Globally, there is the CRPD itself and its jurisprudence on Articles 12 and 14, which establish the baseline of full equality and human dignity and recognize for the first time that mental and emotional suffering or difference of individuals with psychosocial disabilities doesn’t mean other supposedly more rational individuals can assume control over our lives, our bodies or our minds.

Serious work is being done in many countries on alternatives to the medical model of mental health, and increasingly users and survivors of psychiatry are leading and collaborating in this work.

But much, much more needs to be done to bring persons with psychosocial disabilities onto the same level as the rest of society.
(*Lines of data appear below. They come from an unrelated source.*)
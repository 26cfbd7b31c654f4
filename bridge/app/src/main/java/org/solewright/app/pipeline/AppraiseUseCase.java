package org.solewright.app.pipeline;

import java.nio.file.Path;
import java.util.ArrayList;
import java.util.EnumMap;
import java.util.LinkedHashSet;
import java.util.List;
import java.util.Map;
import java.util.Optional;
import java.util.Set;
import org.solewright.analysis.cost.ComparedPostures;
import org.solewright.analysis.cost.DistalWork;
import org.solewright.analysis.cost.PowerWork;
import org.solewright.analysis.cost.StepMechanics;
import org.solewright.analysis.fitting.FittedArc;
import org.solewright.analysis.fitting.RollOver;
import org.solewright.analysis.fitting.RollOverPath;
import org.solewright.analysis.fitting.SegmentTracking;
import org.solewright.analysis.gait.GaitSettings;
import org.solewright.analysis.gait.LandmarkTracks;
import org.solewright.analysis.gait.Pass;
import org.solewright.analysis.gait.Step;
import org.solewright.domain.cost.Measure;
import org.solewright.domain.cost.PostureCost;
import org.solewright.domain.cost.PostureRow;
import org.solewright.domain.cost.TransitionRow;
import org.solewright.domain.finding.Cautions;
import org.solewright.domain.finding.Finding;
import org.solewright.domain.finding.Severity;
import org.solewright.domain.finding.SourceFile;
import org.solewright.domain.foot.FootModel;
import org.solewright.domain.foot.LandmarkMap;
import org.solewright.domain.foot.Population;
import org.solewright.domain.gait.ContactRow;
import org.solewright.domain.gait.CurveRow;
import org.solewright.domain.gait.PlatformLoads;
import org.solewright.domain.gait.Side;
import org.solewright.domain.gait.Stance;
import org.solewright.domain.gait.Use;
import org.solewright.domain.geometry.Vec3;
import org.solewright.domain.motion.Recording;
import org.solewright.formats.footmodel.FootModelFile;
import org.solewright.formats.io.FormatException;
So what needs to happen? Here is my 5-point plan:

  1. The global community must act to eliminate the deprivation of legal capacity and liberty of persons with psychosocial disabilities, and the practices of forced treatment and involuntary commitment to hospitals or institutions.  These obligations are not progressive; they are immediate and enforceable under CRPD Article 15, Freedom from torture or cruel, inhuman or degrading treatment or punishment.
  2. We must acknowledge that, under CRPD Article 12, persons with psychosocial disabilities have the right to equal recognition under the law. It should be the responsibility of UN Department of Social and Economic Affairs, as part of the CRPD Secretariat, to ensure States know their obligations under CRPD Articles 12, 14 and 15
  3. States should move to repeal or change mental health legislation not in line with the CRPD. States should move to have persons with psychosocial disabilities included under unified national disability laws or national health laws which uphold rather than deprive them of their rights.
  4. As a person with a psychosocial disability, I note that at conferences and in general, the debate on the treatment of persons with psychosocial disabilities is still led by professionals and not persons with disabilities themselves. This seems to contradict the central themes of inclusion and participation we have been hearing much about at COSP. Organizations of persons with psychosocial disabilities should be empowered, especially in less developed countries, to be lead voices and advocate for their rights. This includes the World Network of Users and Survivors of Psychiatry, who despite being the pre-eminent self-advocacy group for this issue, were not widely consulted in the lead-up to this session.
  5. We need to break down the ingrained stigma and discrimination against this group – in the community as a whole, in the media, in the justice system, even in the disability sector and in disability legislation and policy, to ensure that persons with psychosocial disabilities are afforded the same rights as every other human rather than having these rights be stripped away by governments, laws or professions.

If there is one thing I have learned living with bi-polar and working in this field, it is that the main constraint for persons with psychosocial disabilities is not our disability, but the many barriers societies, institutions and even States place in front of us.

So, rather than continually trying to change ourselves, we need to start changing the way that society and States deal with us.